My honest take: for simple agents (3-5 tools, linear workflows), a hand-rolled loop with structured output is easier to understand and debug than a framework. For complex agents (10+ tools, branching workflows, multiple models), the frameworks save significant time on the boring parts (retry logic, token counting, trace formatting).

What I wouldn't do: build your own token counter, your own retry logic, your own prompt templating. Use the SDKs. The Anthropic and OpenAI Python SDKs are well-maintained and handle the HTTP-level concerns you don't want to think about.

Where This Is Going

The pattern I see emerging is agents as microservices. Small, focused agents that do one thing well, composed into larger workflows by an orchestrator. One agent searches. One agent summarizes. One agent evaluates. One agent decides what to do next.

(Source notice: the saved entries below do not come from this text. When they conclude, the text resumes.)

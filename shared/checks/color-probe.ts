import type { Oklch } from '#shared/color/oklch.ts'
import { type ColorPlace, placeValue, presentColor } from './color-place.ts'
import type { Evaluation } from './evaluation.ts'
import { gatingRatio, isWide } from './pair-requirements.ts'
import type { ModelFault, SystemSettings, WaiverModel } from './model.ts'
import { type ProbedFinding, type ProbeRow, type ProbeRows, toProbeRows } from './probe-rows.ts'
import { recheck } from './recheck.ts'
import { type MeasuredStack, stackRatio, toUnderlay } from './stack-ratio.ts'
import { createValueProbe, type ValueProbe } from './value-probe.ts'

const VALUES_AN_EVALUATION = 100

/** What a row comes to while a colour is tried: nothing to say, a breach, or one that a waiver covers. */
export const PROBED_PASS = 0
export const PROBED_BREACH = 1
export const PROBED_WAIVED = 2

/**
 * One place of a system in which colours are tried: for each it says what every finding that hangs on the place
 * comes to, exactly as a full check would, and computes nothing else. Its columns are written anew by each `set`.
 */
export interface ColorProbe {
  readonly place: ColorPlace
  /** The colour that the place shows now. */
  readonly present: Oklch
  /** The system with the present colour set in the place: what is shown there is the same, states may follow it now. */
  readonly evaluation: Evaluation
  readonly rows: readonly ProbeRow[]
  readonly values: ValueProbe
  /** Evaluations that one colour counts as: one, or one for each hundred values and findings that hang on it. */
  readonly weight: number
  /** By position in `rows`, the deciding ratio of the last colour. */
  readonly ratios: Float64Array
  /** By position in `rows`, PROBED_…. */
  readonly outcomes: Uint8Array
  /**
   * Tries a colour. The faults, if there are any, make the system unreadable: then the columns say nothing.
   * @throws TypeError for what is no colour: lightness or alpha outside 0 to 1, chroma below 0, or no finite number
   */
  set(color: Oklch): readonly ModelFault[]
}

/** One finding that a tried colour leaves short. */
export interface ProbedBreach {
  readonly finding: ProbedFinding
  readonly ratio: number
}

/** The tokens whose values can follow a token; all of them, where a theme's ground or ink does. */
function followersOf(evaluation: Evaluation, token: string): Iterable<string> {
  const followers = new Set([token])
  for (const id of followers) {
    for (const next of evaluation.dependents.get(id) ?? []) followers.add(next)
  }
  const { themes } = evaluation.resolved.model
  const isRole = themes.some(({ ground, ink }) => followers.has(ground) || followers.has(ink))
  return isRole ? evaluation.resolved.tokens.keys() : followers
}

/** The system with the present colour of a place set there, so that every value has the plan it has with any colour. */
function withColorSet(evaluation: Evaluation, place: ColorPlace, present: Oklch): Evaluation {
  const { model, tokens } = evaluation.resolved
  const base = model.themes[0]!.id
  const token = placeValue(
    tokens.get(place.token)!.token,
    { ...place, base },
    { kind: 'color', color: present },
  )
  const checked = recheck(evaluation, { tokens: { put: [token] } })
  // What is shown stays as it is, so no fault comes of it.
  /* v8 ignore next -- @preserve */
  if (!checked.ok) {
    const detail = checked.faults.map((fault) => fault.detail).join('; ')
    throw new TypeError(`The present color cannot be set in its own place: ${detail}`)
  }
  return checked.evaluation
}

function assertColor({ l, c, h, alpha }: Oklch): void {
  const isUnit = (part: number | null) => part === null || (part >= 0 && part <= 1)
  const isChroma = c === null || (c >= 0 && Number.isFinite(c))
  if (isUnit(l) && isUnit(alpha) && isChroma && (h === null || Number.isFinite(h))) return
  throw new TypeError(`oklch(${l} ${c} ${h} / ${alpha}) is no color`)
}

type Sides = NonNullable<ProbeRow['sides']>

function createMeasuring(settings: SystemSettings): (sides: Sides) => number {
  let stack: MeasuredStack | undefined
  return (sides) => {
    const foreground = sides.foreground[sides.foregroundAt]!.color.rendered
    const background = sides.background[sides.backgroundAt]!.color.rendered
    const { isLaidOn } = sides
    stack ??= { foreground, background, underlay: sides.underlay.value, isLaidOn }
    stack.foreground = foreground
    stack.background = background
    stack.underlay = sides.underlay.value
    stack.isLaidOn = isLaidOn
    const srgb = stackRatio(stack, 'srgb')
    if (!settings.p3 || !settings.p3Gates || !isWide(stack)) return srgb
    return gatingRatio(srgb, stackRatio(stack, 'p3'), settings)
  }
}

/** Lays groups and waivers over the ratios. */
function judgeRows(
  { rows, groupsMet }: ProbeRows,
  ratios: Float64Array,
  outcomes: Uint8Array,
): void {
  const met = [...groupsMet]
  for (const [at, row] of rows.entries()) {
    if (row.group < 0 || row.sides === undefined) continue
    if (row.groupRequired > 0 && ratios[at]! >= row.groupRequired) met[row.group] = true
  }
  for (const [at, row] of rows.entries()) {
    const ratio = ratios[at]!
    if (ratio >= row.threshold || met[row.group]) outcomes[at] = PROBED_PASS
    else outcomes[at] = ratio >= row.waivedFrom ? PROBED_WAIVED : PROBED_BREACH
  }
}

/**
 * Lays out one place of a system to try colours in.
 * @param options.waivers granted and in force; what they cover is no breach
 * @throws TypeError when the system has no such token or theme
 */
export function createColorProbe(
  evaluation: Evaluation,
  place: ColorPlace,
  options: { readonly waivers?: readonly WaiverModel[] } = {},
): ColorProbe {
  const present = presentColor(evaluation.resolved, place)
  const placed = withColorSet(evaluation, place, present)
  const values = createValueProbe(placed.resolved, place, followersOf(placed, place.token))
  const probeRows = toProbeRows(placed, values, options.waivers ?? [])
  const { rows, underlays } = probeRows
  const ratios = Float64Array.from(rows, (row) => row.ratio)
  const outcomes = new Uint8Array(rows.length)
  const measure = createMeasuring(placed.resolved.model.settings)
  return {
    place,
    present,
    evaluation: placed,
    rows,
    values,
    weight: Math.ceil((values.count + rows.length) / VALUES_AN_EVALUATION),
    ratios,
    outcomes,
    set(color) {
      assertColor(color)
      const faults = values.set(color)
      if (faults.length > 0) return faults
      for (const underlay of underlays) {
        underlay.value = toUnderlay(
          underlay.layers.map(({ cells, at }) => cells[at]!.color.rendered),
          underlay.isUnknown,
        )
      }
      for (const [at, row] of rows.entries()) {
        if (row.sides !== undefined) ratios[at] = measure(row.sides)
      }
      judgeRows(probeRows, ratios, outcomes)
      return faults
    },
  }
}

/** The breaches of the colour tried last, one an identity, the one furthest short first. */
export function breachesOf(probe: ColorProbe): ProbedBreach[] {
  const breaches: ProbedBreach[] = []
  for (const [at, row] of probe.rows.entries()) {
    if (probe.outcomes[at] !== PROBED_BREACH) continue
    breaches.push({ finding: row.finding, ratio: probe.ratios[at]! })
  }
  breaches.sort((a, b) => a.ratio / a.finding.required - b.ratio / b.finding.required)
  const seen = new Set<string>()
  return breaches.filter(({ finding }) => {
    const isFirst = !seen.has(finding.identity)
    seen.add(finding.identity)
    return isFirst
  })
}
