import { Choice } from '#console/ui/choice.tsx'
import { LineField } from '#console/ui/line-field.tsx'
import type { ImportOptions } from './import-options.ts'

const MODES = [
  { value: 'merge', text: 'stays as it is' },
  { value: 'replace', text: 'is removed' },
] as const
const HEX = [
  { value: 'false', text: 'are refused' },
  { value: 'true', text: 'are read too, and listed' },
] as const
const HYPHENS = [
  { value: 'false', text: 'action-board' },
  { value: 'true', text: 'action.board' },
] as const

/** How a file is read, as sentences. */
export function ImportSentence({
  options,
  kind,
  isNamingSpan,
  onChange,
}: {
  options: ImportOptions
  /** Of the file in hand, where it can be read. */
  kind: 'document' | 'sheet' | undefined
  /** Whether themes may come that the file does not say ground and ink of. */
  isNamingSpan: boolean
  onChange: (options: ImportOptions) => void
}) {
  return (
    <div className="mt-18 max-w-820 leading-26">
      <p className="inline">
        What the file does not name{' '}
        <Choice
          label="What the file does not name"
          value={options.mode}
          options={MODES}
          onChange={(mode) => onChange({ ...options, mode })}
        />
        .{' '}
        {kind !== 'sheet' && (
          <>
            Colours written as text of hexadecimal digits{' '}
            <Choice
              label="Hexadecimal text"
              value={options.legacyHex ? 'true' : 'false'}
              options={HEX}
              onChange={(legacyHex) => onChange({ ...options, legacyHex: legacyHex === 'true' })}
            />
            .{' '}
          </>
        )}
        {kind !== 'document' && (
          <>
            In a style sheet <span className="whitespace-nowrap">--action-board</span> is the token{' '}
            <Choice
              label="Names in a style sheet"
              value={options.hyphensAsDots ? 'true' : 'false'}
              options={HYPHENS}
              onChange={(dots) => onChange({ ...options, hyphensAsDots: dots === 'true' })}
            />
            .
          </>
        )}
      </p>
      {isNamingSpan && (
        <div className="mt-12 flex flex-wrap items-end gap-x-28 gap-y-12">
          <LineField
            label="Ground of themes whose file does not name it"
            value={options.ground}
            placeholder="a token of the file"
            autoComplete="off"
            spellCheck={false}
            onChange={({ target }) => onChange({ ...options, ground: target.value })}
            className="w-full wide:w-300"
          />
          <LineField
            label="Ink of themes whose file does not name it"
            value={options.ink}
            placeholder="a token of the file"
            autoComplete="off"
            spellCheck={false}
            onChange={({ target }) => onChange({ ...options, ink: target.value })}
            className="w-full wide:w-300"
          />
        </div>
      )}
    </div>
  )
}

This mirrors how we decompose traditional software. It's not a coincidence. The same principles that make monoliths hard to maintain (unclear boundaries, implicit dependencies, difficult testing) apply to monolithic agents. The same principles that make microservices work (clear interfaces, independent deployment, focused responsibility) apply to multi-agent systems.

We're still in the early days of figuring out the operational patterns for these systems. The thing that makes this tractable is that the principles aren't new. Service decomposition, observability, circuit breakers, cost controls. It's distributed systems engineering applied to a new kind of component. Organizations with existing operational maturity will adapt faster than those trying to build agent infrastructure and ops discipline from scratch simultaneously.